SUPPLIED INFORMATION
******
"""Tests of the sweep grid, the resumable run and the ``sweep`` command.

References:
- point keys are SHA-256 (FIPS 180-4) of the physics hash and canonical JSON, checked
  with Python's :mod:`hashlib`;
- identical results whichever executor ran a point: the serial run is the reference;
- resume after SIGKILL: an uninterrupted run is the reference.
"""

from __future__ import annotations

import hashlib
import io
import json
import math
import sys
import types
from dataclasses import replace

import pytest

from schedforge.errors import InputError
from schedforge.progress import (
    AnnealProgress,
    ProgressReporter,
    anneal_progress,
    format_duration,
    report_anneal_progress,
)
from schedforge.spec_model import BathSpec, NumericsSpec, Spec, SweepSpec, WaveformSpec
from schedforge.sweep import SweepPoint, point_key, run_point, sweep_points


def _spec(**sweep) -> Spec:
    grid = {"tf_ns": (10.0, 20.0), "k_end": (1.0,), **sweep}
    return Spec(sweep=SweepSpec(**grid), numerics=NumericsSpec(integrator="general"))


# -- the grid -------------------------------------------------------------------------
def test_sweep_points_sorted_unique_linear_has_no_k():
    spec = _spec(tf_ns=(100.0, 10.0, 10.0), k_end=(2.0, 0.0), family=("linear", "beta"))
    pts = sweep_points(spec)
    assert pts == [
        SweepPoint("beta", 0, 0, 10.0),
        SweepPoint("beta", 0, 0, 100.0),
        SweepPoint("beta", 0, 2, 10.0),
        SweepPoint("beta", 0, 2, 100.0),
        SweepPoint("linear", 0, 0, 10.0),
        SweepPoint("linear", 0, 0, 100.0),
    ]
    assert len(set(pts)) == len(pts)


def test_sweep_points_realized_twins_with_waveform():
    spec = replace(_spec(), waveform=WaveformSpec(sample_rate_gsps=1.0))
    pts = sweep_points(spec)
    assert len(pts) == 4
    assert [p.variant for p in pts] == ["ideal", "ideal", "realized", "realized"]
    assert {(p.tf_ns, p.k_end) for p in pts if p.variant == "realized"} == {
        (p.tf_ns, p.k_end) for p in pts if p.variant == "ideal"
    }


def test_sweep_points_default_to_schedule_without_grid():
    spec = Spec()
    assert sweep_points(spec) == [
        SweepPoint(spec.schedule.family, spec.schedule.k_start, spec.schedule.k_end, 1000.0)
    ]


def test_sweep_point_rejects_unknown_variant():
    with pytest.raises(InputError, match="variant"):
        SweepPoint("beta", 0, 1, 10.0, variant="measured")


def test_point_key_is_sha256_of_physics_and_coordinates():
    spec = _spec()
    p = SweepPoint("beta", 0, 1, 10.0)
    canonical = json.dumps(
        {"family": "beta", "k_end": "1.0", "k_start": "0.0", "tf_ns": "10.0", "variant": "ideal"},
        sort_keys=True,
    )
    expected = hashlib.sha256(f"{spec.physics_hash()}\n{canonical}".encode()).hexdigest()
    assert point_key(spec.physics_hash(), p) == expected
    # The grid is not physics; the bath is.
    wider = replace(spec, sweep=SweepSpec(tf_ns=(10.0, 20.0, 40.0), k_end=(1.0, 2.0)))
    assert point_key(wider.physics_hash(), p) == expected
    hotter = replace(spec, bath=BathSpec(temperature_mk=20.0))
    assert point_key(hotter.physics_hash(), p) != expected
    assert point_key(spec.physics_hash(), SweepPoint("beta", 0, 1, 10.000000000000002)) != expected


# -- run_point: unexpected exceptions are recorded ---------------------------------------
def test_run_point_records_unexpected_exception(monkeypatch):
    def boom(spec, **kw):
        raise ZeroDivisionError("division by zero in a test double")

    fake = types.ModuleType("schedforge.dynamics")
    fake.simulate_spec = boom
    monkeypatch.setitem(sys.modules, "schedforge.dynamics", fake)
    row = run_point(_spec(), SweepPoint("beta", 0, 1, 10.0))
    assert row["status"] == "error"
    assert row["message"].startswith("ZeroDivisionError: division by zero in a test double")
    assert math.isnan(row["trace_distance"]) and row["tf_ns"] == 10.0


# -- progress ---------------------------------------------------------------------------
class _Clock:
    def __init__(self) -> None:
        self.t = 0.0

    def __call__(self) -> float:
        return self.t


def test_progress_lines_rate_and_eta():
    out, clock = io.StringIO(), _Clock()
    rep = ProgressReporter(10, done=2, stream=out, mode="auto", clock=clock)
    assert rep.mode == "lines"  # StringIO is not a terminal
    clock.t = 4.0
    rep.advance(note="beta k=0/1 tf=10 ns: ok")
    clock.t = 8.0
    rep.advance()
    # 2 points in 8 s -> 0.25/s; 6 left -> 24 s (points done before the run are not in the rate)
    assert rep.rate == pytest.approx(0.25) and rep.eta_s == pytest.approx(24.0)
    lines = out.getvalue().splitlines()
    assert lines[0] == "[3/10 points  0.25/s  ETA 28 s]: beta k=0/1 tf=10 ns: ok"
    assert lines[1] == "[4/10 points  0.25/s  ETA 24 s]"
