impl<const N: usize, const L: usize, P: OutputPin> ExposureMonitor<N, L, P> {
    const LEVELS_OK: () = assert!(L >= 1 && L <= 8, "1 to 8 warning levels");

    /// Validate the configuration and set every output inactive (low).
    ///
    /// # Errors
    /// `Err(Ok(_))` for a configuration error, `Err(Err(_))` if a pin cannot be written.
    #[allow(clippy::type_complexity)] // nested Result keeps configuration and pin errors apart
    pub fn new(
        meter: Meter,
        weight: WeightFactor,
        config: ExposureConfig<L>,
        pins: [P; L],
    ) -> Result<Self, Result<ExposureConfigError, P::Error>> {
        let () = Self::LEVELS_OK;
        let limit = config.limit.j_per_m2();
        if !(limit.is_finite() && limit > 0.0) {
            return Err(Ok(ExposureConfigError::Limit));
        }
        let mut previous = 0.0;
        for &l in &config.levels {
            if !(l.is_finite() && l > previous) {
                return Err(Ok(ExposureConfigError::WarningLevels));
            }
            previous = l;
        }
        let lowest = config.levels.first().copied().unwrap_or(0.0);
        let h = config.hysteresis;
        if !(h.is_finite() && h >= 0.0 && h < lowest) {
            return Err(Ok(ExposureConfigError::Hysteresis));
        }
        let window = RollingWindow::new(config.window_ticks, config.bucket_ticks).map_err(Ok)?;
        // The most precision (up to exact) at which both the limit and a full-scale window fit
        // the common unit; never below MIN_PRECISION_BITS.
        let fe = meter.front_end();
        let max_code = fe
            .max_code()
            .unsigned_abs()
            .max(fe.min_code().unsigned_abs());
        let span = config.window_ticks.saturating_add(config.bucket_ticks);
        let mut found = Err(ExposureConfigError::WindowRange);
        for bits in (MIN_PRECISION_BITS..=EXACT_BITS).rev() {
            let scale = CommonScale::with_precision(&meter, weight, bits).map_err(Ok)?;
            if scale.bits < bits {
                continue;
            }
            if !scale.holds(max_code, span) {
                found = Err(ExposureConfigError::WindowRange);
            } else if let Some(limit_units) = scale.level_units(config.limit) {
                found = Ok((scale, limit_units));
                break;
            } else {
                found = Err(ExposureConfigError::Limit);
            }
        }
        let (scale, limit_units) = found.map_err(Ok)?;
        let dose =
            WeightedDose::with_scale(&meter, weight, config.max_gap_ticks, scale).map_err(Ok)?;
        let mut raise_units = [0u128; L];
        let mut clear_units = [0u128; L];
        for ((r, c), &l) in raise_units
            .iter_mut()
            .zip(clear_units.iter_mut())
            .zip(&config.levels)
        {
            // Warnings trip early: the level and its clear point are rounded down.
            *r = dose
                .level_units(RadiantExposure::from_j_per_m2(l * limit))
                .ok_or(Ok(ExposureConfigError::Limit))?;
            *c = dose
                .level_units(RadiantExposure::from_j_per_m2((l - h) * limit))
                .ok_or(Ok(ExposureConfigError::Hysteresis))?;
        }
        let mut m = Self {
            meter,
            dose,
            window,
            shift_start: 0,
            shift_gap_start: 0,
            gaps: 0,
            raise_units,
            clear_units,
            limit_units,
            active: 0,
            latched: false,
            limit: config.limit,
            pins,
        };
        for p in &mut m.pins {
            p.set_low().map_err(Err)?;
        }
        Ok(m)
    }

    /// Feed one reading.
    ///
    /// # Errors
    /// The pin error if a warning output cannot be written (the exposure is still counted).
    pub fn on_reading(&mut self, reading: &Reading) -> Result<Changes, P::Error> {
        let sample = self.meter.front_end().sample(reading);
        self.on_sample(&sample)
    }

    /// Feed one reading whose net code was already computed with this monitor's meter
    /// ([`FrontEnd::sample`](crate::frontend::FrontEnd::sample)); otherwise as
    /// [`on_reading`](Self::on_reading).
    ///
    /// # Errors
    /// As [`on_reading`](Self::on_reading).
    pub fn on_sample(&mut self, sample: &Sample) -> Result<Changes, P::Error> {
        let reading = &sample.reading;
        let mut changes = Changes::default();
        let net = match net_or_full_scale(&self.meter, sample) {
            Ok((n, saturated)) => {
                changes.saturated = saturated;
                n
            }
            Err(f) => {
                changes.ignored = Some(ReadingIssue::Code(f));
                return Ok(changes);
            }
        };
        let now = self.dose.advance_clock(reading.at);
        self.window.roll_to(now, self.dose.total_units());
        match self.dose.accept(net, reading.range, reading.at) {
            Ok(Accrued::Started | Accrued::Interval(_)) => {}
            Ok(Accrued::Gap(gap)) => {
                self.gaps = self.gaps.saturating_add(1);
                changes.gap = Some(gap);
            }
            Err(SampleError::Repeated) => {
                changes.ignored = Some(ReadingIssue::Repeated);
                return Ok(changes);
            }
            Err(SampleError::Backwards { .. }) => {
                changes.ignored = Some(ReadingIssue::Backwards);
                return Ok(changes);
            }
            Err(SampleError::UnknownRange | SampleError::Gap { .. }) => {
                changes.ignored = Some(ReadingIssue::Code(CodeFault::UnknownRange));
                return Ok(changes);
            }
        }
        self.update_levels(&mut changes)?;
        Ok(changes)
    }

    /// Move the window to `now` without a reading (for example on a timer while asleep), so
    /// expired dose leaves and levels can clear.
    ///
    /// # Errors
    /// The pin error if an output cannot be written.
    pub fn tick(&mut self, now: Ticks) -> Result<Changes, P::Error> {
        let mut changes = Changes::default();
        // A backwards or repeated tick leaves the 64-bit clock (and so the window) where it is.
        let t = self.dose.advance_clock(now);
        self.window.roll_to(t, self.dose.total_units());
        self.update_levels(&mut changes)?;
        Ok(changes)
    }

    /// Take a new dark offset for range `r` (between exposures, after a dark capture): every
    /// later reading is corrected with it. Returns `false` and changes nothing if the range
    /// does not exist or the offset is outside the code range.
    pub fn set_dark_offset(&mut self, r: RangeIndex, dark_offset: i32) -> bool {
        self.meter.front_end_mut().set_dark_offset(r, dark_offset)
    }

    /// Acknowledge the alarm. It unlatches, and its output clears once the window is below
    /// the alarm level − hysteresis (immediately if it already is). Returns whether the alarm
    /// output is still active.
    ///
    /// # Errors
    /// The pin error if an output cannot be written.
    pub fn acknowledge(&mut self) -> Result<bool, P::Error> {
        self.latched = false;
        let mut changes = Changes::default();
        self.update_levels(&mut changes)?;
        Ok(self.active & alarm_bit::<L>() != 0)
    }

    /// End the shift: return its totals and start new ones. The rolling window and a latched
    /// alarm are **not** reset — the body does not forget at a shift change.
    pub fn end_shift(&mut self) -> ShiftTotals {
        let t = self.shift_totals();
        self.shift_start = self.dose.total_units();
        self.shift_gap_start = self.dose.gap_units();
        self.gaps = 0;
        t
    }

    /// Totals of the current shift.
    #[must_use]
    pub fn shift_totals(&self) -> ShiftTotals {
        ShiftTotals {
            exposure: self
                .dose
                .to_exposure(self.dose.total_units().wrapping_sub(self.shift_start)),
            gap_bounds: self
                .dose
                .to_exposure(self.dose.gap_units().wrapping_sub(self.shift_gap_start)),
            gaps: self.gaps,
            alarm_latched: self.latched,
        }
    }

    /// Effective exposure in the rolling window, gap charges included.
    #[must_use]
    pub fn window_exposure(&self) -> RadiantExposure {
        self.dose.to_exposure(self.window_units())
    }

    /// The window total in the common integer unit (see [`WeightedDose`]).
    #[must_use]
    pub fn window_units(&self) -> u128 {
        self.window.total(self.dose.total_units())
    }

    /// The limit in the common integer unit, rounded down.
    #[must_use]
    pub const fn limit_units(&self) -> u128 {
        self.limit_units
    }

    /// Fraction of the limit used in the window.
    #[must_use]
    pub fn fraction_used(&self) -> f64 {
        self.window_exposure().j_per_m2() / self.limit.j_per_m2()
    }

    /// Effective irradiance of the last reading.
    #[must_use]
    pub fn effective_irradiance(&self) -> Irradiance {
        self.dose.effective_irradiance(&self.meter)
    }

    /// Remaining allowed time at the current effective irradiance, t = remaining / E_eff;
    /// `None` when E_eff is zero (unlimited at the present level), zero when the limit is used.
    #[must_use]
    pub fn time_left(&self) -> Option<Seconds> {
        let e = self.effective_irradiance().w_per_m2();
        let remaining = (self.limit.j_per_m2() - self.window_exposure().j_per_m2()).max(0.0);
        (e > 0.0).then(|| Seconds::from_s(remaining / e))
    }

    /// Active levels (bit i = level i).
    #[must_use]
    pub const fn active_levels(&self) -> u8 {
        self.active
    }

    /// Whether the alarm is latched.
    #[must_use]
    pub const fn alarm_latched(&self) -> bool {
        self.latched
    }

    /// The meter.
    #[must_use]
    pub const fn meter(&self) -> &Meter {
        &self.meter
    }

    /// The weighted dose underneath (its integral, clock and common unit).
    #[must_use]
    pub const fn dose(&self) -> &WeightedDose {
        &self.dose
    }

    /// Give the pins back.
    pub fn release(self) -> [P; L] {
        self.pins
    }

    fn update_levels(&mut self, changes: &mut Changes) -> Result<(), P::Error> {
        let total = self.window_units();
        let alarm = alarm_bit::<L>();
        for i in 0..L {
            let bit = 1u8 << i;
            let (Some(&raise), Some(&clear)) = (self.raise_units.get(i), self.clear_units.get(i))
            else {
                continue;
            };
            let was = self.active & bit != 0;
            let now = if was {
                total >= clear || (bit == alarm && self.latched)
            } else {
                total >= raise
            };
            if now && !was {
                self.active |= bit;
                changes.raised |= bit;
                if bit == alarm {
                    self.latched = true;
                    changes.alarm_latched = true;
                }
                if let Some(p) = self.pins.get_mut(i) {
                    p.set_high()?;
                }
            } else if !now && was {
                self.active &= !bit;
                changes.cleared |= bit;
                if let Some(p) = self.pins.get_mut(i) {
                    p.set_low()?;
                }
            }
        }
        Ok(())
    }
}

/// The net code of a reading, or the range's full-scale net code for a top-rail (saturated)
/// reading — the least the light can be — with `true`.
fn net_or_full_scale(meter: &Meter, sample: &Sample) -> Result<(i32, bool), CodeFault> {
    let fe = meter.front_end();
    let reading = &sample.reading;
    match sample.net {
        Ok(n) => Ok((n, false)),
        Err(CodeFault::SaturatedHigh) => {
            let dark = fe.range(reading.range).map_or(0, |r| r.dark_offset);
            // Both lie within the code range (±2²⁴): the difference never wraps.
            Ok((fe.high_limit().wrapping_sub(dark), true))
        }
        Err(f) => Err(f),
    }
}

const fn alarm_bit<const L: usize>() -> u8 {
    if L == 0 || L > 8 {
        0
    } else {
        1 << (L - 1)
    }
}

/// Solar UV: live UV index (averaged) and the day's erythemal dose in SED.
#[derive(Debug, Clone, PartialEq)]
#[cfg_attr(feature = "defmt", derive(defmt::Format))]
pub struct SolarMonitor<const N: usize> {
    meter: Meter,
    dose: WeightedDose,
    average: RollingWindow<N>,
    averaging_s: f64,
    day_start: u128,
}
******
TASK TO CARRY OUT
In the listing above, find every line with the word "NumericsSpec" and copy it.

RESULT OF THIS EXERCISE
from schedforge.spec_model import BathSpec, NumericsSpec, Spec, SweepSpec, WaveformSpec
    return Spec(sweep=SweepSpec(**grid), numerics=NumericsSpec(integrator="general"))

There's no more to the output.